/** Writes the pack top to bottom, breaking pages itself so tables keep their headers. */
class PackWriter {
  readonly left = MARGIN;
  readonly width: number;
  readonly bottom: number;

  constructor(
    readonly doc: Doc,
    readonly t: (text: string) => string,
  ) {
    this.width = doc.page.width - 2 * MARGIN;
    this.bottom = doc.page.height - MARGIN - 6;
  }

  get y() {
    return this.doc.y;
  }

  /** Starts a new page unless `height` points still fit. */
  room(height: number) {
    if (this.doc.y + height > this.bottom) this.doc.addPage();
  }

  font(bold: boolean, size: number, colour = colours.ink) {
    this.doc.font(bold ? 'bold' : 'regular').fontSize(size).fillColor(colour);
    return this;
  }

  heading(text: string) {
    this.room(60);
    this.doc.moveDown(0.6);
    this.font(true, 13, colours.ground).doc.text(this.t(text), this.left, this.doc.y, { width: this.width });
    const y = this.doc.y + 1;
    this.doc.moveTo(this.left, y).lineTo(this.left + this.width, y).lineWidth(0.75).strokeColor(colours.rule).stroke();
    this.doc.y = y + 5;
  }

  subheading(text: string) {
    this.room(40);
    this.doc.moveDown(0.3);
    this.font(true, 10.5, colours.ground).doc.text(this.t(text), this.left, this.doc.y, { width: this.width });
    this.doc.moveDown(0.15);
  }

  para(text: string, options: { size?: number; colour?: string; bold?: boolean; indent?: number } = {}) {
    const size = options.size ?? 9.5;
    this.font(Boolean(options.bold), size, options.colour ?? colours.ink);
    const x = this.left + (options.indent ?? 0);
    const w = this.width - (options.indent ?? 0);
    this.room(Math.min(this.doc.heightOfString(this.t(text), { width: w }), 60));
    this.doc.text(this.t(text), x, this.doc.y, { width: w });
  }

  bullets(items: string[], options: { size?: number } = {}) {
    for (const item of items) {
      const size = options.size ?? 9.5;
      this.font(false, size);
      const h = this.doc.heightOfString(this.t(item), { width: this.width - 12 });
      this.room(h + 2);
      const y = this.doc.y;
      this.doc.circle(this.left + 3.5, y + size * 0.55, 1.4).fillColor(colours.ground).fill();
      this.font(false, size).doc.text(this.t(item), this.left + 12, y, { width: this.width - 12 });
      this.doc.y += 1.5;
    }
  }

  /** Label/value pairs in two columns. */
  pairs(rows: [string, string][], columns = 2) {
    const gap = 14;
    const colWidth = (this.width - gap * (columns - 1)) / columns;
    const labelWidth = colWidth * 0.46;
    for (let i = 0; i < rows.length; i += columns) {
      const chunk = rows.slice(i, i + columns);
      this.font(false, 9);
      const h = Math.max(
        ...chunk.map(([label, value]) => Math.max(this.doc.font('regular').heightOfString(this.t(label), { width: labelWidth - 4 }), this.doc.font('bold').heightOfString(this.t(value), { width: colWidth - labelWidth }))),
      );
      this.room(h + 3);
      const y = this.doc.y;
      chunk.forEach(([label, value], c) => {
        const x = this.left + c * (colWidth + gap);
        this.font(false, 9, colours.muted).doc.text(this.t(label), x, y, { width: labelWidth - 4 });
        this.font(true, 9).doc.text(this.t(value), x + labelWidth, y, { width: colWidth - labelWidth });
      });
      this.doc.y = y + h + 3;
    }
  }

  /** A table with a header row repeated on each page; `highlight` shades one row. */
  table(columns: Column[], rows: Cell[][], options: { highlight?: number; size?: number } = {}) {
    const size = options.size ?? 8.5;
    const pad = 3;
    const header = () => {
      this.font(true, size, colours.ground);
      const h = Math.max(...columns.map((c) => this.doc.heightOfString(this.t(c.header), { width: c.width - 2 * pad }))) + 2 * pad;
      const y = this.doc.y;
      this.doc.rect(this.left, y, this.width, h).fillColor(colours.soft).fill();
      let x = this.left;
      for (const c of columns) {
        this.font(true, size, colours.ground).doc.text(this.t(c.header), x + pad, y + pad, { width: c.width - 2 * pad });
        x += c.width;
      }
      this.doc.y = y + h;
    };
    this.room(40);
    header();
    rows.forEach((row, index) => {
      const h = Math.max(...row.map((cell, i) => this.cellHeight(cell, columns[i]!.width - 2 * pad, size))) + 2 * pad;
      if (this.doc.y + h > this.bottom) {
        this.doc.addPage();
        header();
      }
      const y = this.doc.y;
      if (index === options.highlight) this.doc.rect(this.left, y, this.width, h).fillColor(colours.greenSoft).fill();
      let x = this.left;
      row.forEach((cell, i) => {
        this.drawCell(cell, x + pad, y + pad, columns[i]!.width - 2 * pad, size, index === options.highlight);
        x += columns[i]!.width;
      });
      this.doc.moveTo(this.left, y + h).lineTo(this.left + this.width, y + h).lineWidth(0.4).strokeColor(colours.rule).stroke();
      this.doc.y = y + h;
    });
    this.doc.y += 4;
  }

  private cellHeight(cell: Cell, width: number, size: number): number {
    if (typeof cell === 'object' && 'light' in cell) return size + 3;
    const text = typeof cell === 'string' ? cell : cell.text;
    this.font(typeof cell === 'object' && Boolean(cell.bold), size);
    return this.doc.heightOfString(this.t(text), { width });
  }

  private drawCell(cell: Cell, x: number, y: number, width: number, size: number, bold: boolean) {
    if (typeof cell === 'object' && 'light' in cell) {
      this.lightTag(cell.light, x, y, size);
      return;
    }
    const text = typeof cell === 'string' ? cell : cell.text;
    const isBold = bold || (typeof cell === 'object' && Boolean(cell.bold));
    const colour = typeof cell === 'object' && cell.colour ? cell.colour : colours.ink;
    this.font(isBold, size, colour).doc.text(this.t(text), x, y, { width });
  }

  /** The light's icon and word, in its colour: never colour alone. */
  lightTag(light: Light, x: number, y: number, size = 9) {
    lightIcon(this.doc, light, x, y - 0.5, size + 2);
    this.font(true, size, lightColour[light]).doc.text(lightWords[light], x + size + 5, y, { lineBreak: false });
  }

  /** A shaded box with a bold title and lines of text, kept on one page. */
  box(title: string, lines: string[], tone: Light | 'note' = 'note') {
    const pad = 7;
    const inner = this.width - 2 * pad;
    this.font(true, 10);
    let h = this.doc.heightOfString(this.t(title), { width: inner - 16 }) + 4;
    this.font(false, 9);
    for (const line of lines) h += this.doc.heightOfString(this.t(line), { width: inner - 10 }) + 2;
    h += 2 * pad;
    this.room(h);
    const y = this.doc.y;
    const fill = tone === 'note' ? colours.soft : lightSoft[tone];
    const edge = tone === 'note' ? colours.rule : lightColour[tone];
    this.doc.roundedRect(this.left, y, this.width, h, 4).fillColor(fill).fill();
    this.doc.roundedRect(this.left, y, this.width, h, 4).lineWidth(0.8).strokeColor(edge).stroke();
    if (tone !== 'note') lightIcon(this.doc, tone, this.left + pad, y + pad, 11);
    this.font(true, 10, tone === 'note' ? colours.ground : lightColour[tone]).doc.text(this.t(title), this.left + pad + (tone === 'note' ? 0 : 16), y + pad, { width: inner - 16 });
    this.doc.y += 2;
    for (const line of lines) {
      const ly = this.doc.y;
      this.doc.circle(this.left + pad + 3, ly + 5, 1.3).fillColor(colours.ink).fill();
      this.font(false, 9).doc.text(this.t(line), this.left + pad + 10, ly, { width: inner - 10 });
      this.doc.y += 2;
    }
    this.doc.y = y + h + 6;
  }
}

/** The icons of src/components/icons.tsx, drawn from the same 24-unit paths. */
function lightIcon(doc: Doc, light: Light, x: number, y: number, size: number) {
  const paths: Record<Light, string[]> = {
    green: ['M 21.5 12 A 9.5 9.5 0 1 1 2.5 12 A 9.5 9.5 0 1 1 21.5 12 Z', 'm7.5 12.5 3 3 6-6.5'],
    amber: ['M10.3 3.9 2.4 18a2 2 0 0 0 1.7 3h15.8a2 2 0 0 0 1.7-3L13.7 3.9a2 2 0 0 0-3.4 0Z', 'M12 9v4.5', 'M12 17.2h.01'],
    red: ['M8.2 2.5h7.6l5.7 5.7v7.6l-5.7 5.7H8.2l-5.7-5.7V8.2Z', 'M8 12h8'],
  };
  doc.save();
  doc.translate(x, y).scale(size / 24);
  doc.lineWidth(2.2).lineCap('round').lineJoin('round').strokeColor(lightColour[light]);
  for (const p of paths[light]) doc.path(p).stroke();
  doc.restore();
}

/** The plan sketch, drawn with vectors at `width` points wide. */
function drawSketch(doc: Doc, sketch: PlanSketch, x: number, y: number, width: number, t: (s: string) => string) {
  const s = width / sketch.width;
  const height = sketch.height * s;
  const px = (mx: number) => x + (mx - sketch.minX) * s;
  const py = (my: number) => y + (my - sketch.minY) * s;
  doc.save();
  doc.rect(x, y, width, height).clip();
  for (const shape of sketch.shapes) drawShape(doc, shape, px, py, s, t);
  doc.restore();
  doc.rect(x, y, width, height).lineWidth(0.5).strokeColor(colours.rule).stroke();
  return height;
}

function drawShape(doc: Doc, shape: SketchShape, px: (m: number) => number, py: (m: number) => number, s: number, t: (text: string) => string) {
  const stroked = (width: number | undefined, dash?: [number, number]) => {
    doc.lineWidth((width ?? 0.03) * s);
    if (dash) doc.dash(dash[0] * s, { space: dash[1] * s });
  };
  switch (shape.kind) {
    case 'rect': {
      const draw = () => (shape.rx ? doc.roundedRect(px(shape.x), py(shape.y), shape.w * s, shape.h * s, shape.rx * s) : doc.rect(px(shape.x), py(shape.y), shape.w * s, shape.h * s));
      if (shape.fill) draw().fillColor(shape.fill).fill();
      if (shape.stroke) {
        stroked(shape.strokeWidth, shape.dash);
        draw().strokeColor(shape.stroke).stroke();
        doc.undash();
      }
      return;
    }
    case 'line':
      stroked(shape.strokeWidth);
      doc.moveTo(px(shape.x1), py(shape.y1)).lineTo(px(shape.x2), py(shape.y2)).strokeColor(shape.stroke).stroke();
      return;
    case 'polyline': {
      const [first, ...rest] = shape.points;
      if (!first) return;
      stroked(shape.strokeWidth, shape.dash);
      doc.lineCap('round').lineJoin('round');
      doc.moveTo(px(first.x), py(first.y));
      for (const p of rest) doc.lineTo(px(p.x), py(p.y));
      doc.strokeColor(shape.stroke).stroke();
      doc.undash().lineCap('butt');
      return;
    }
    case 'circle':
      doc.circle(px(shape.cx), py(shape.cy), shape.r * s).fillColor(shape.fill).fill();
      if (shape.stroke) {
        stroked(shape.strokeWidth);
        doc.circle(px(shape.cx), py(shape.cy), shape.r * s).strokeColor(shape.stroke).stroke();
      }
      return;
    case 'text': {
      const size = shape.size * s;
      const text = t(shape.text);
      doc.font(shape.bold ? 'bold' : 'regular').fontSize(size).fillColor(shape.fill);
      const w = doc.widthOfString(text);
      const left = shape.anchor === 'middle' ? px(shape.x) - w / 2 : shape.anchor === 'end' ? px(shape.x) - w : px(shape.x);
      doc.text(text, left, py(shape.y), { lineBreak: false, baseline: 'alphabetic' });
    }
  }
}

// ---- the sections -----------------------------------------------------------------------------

■ Your goal: Search the entries for the string "case". Copy every line that has it.

■ Result below:
    case 'rect': {
    case 'line':
    case 'polyline': {
    case 'circle':
    case 'text': {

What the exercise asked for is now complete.